→ SOURCE DATA
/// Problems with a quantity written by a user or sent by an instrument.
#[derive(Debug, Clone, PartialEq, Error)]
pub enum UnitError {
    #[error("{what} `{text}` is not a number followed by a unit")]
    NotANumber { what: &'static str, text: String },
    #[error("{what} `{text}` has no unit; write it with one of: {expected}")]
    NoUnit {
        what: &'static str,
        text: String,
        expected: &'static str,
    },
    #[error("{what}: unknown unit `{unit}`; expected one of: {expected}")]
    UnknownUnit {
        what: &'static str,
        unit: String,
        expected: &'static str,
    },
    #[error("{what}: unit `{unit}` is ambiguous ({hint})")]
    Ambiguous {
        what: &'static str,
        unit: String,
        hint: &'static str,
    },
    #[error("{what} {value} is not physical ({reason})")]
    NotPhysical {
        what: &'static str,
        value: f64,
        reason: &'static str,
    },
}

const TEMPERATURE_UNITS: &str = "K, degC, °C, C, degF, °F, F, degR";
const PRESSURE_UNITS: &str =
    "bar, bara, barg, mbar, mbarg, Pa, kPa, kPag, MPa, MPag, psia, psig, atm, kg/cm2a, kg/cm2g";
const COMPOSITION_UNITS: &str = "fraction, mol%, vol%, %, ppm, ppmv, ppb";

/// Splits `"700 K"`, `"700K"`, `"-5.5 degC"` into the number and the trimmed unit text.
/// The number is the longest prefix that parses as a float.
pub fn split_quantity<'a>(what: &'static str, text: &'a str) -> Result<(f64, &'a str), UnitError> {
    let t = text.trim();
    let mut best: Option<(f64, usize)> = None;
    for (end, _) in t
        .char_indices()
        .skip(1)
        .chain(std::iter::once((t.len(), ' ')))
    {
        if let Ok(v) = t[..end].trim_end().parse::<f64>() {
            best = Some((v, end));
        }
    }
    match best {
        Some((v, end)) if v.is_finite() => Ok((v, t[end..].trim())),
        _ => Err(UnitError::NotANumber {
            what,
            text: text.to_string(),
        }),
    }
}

→ PROBLEM STATEMENT
Select the lines in this material that hold the word "with", leaving none out.

→ RESPONSE FOR THIS EXERCISE
/// Problems with a quantity written by a user or sent by an instrument.
    #[error("{what} `{text}` has no unit; write it with one of: {expected}")]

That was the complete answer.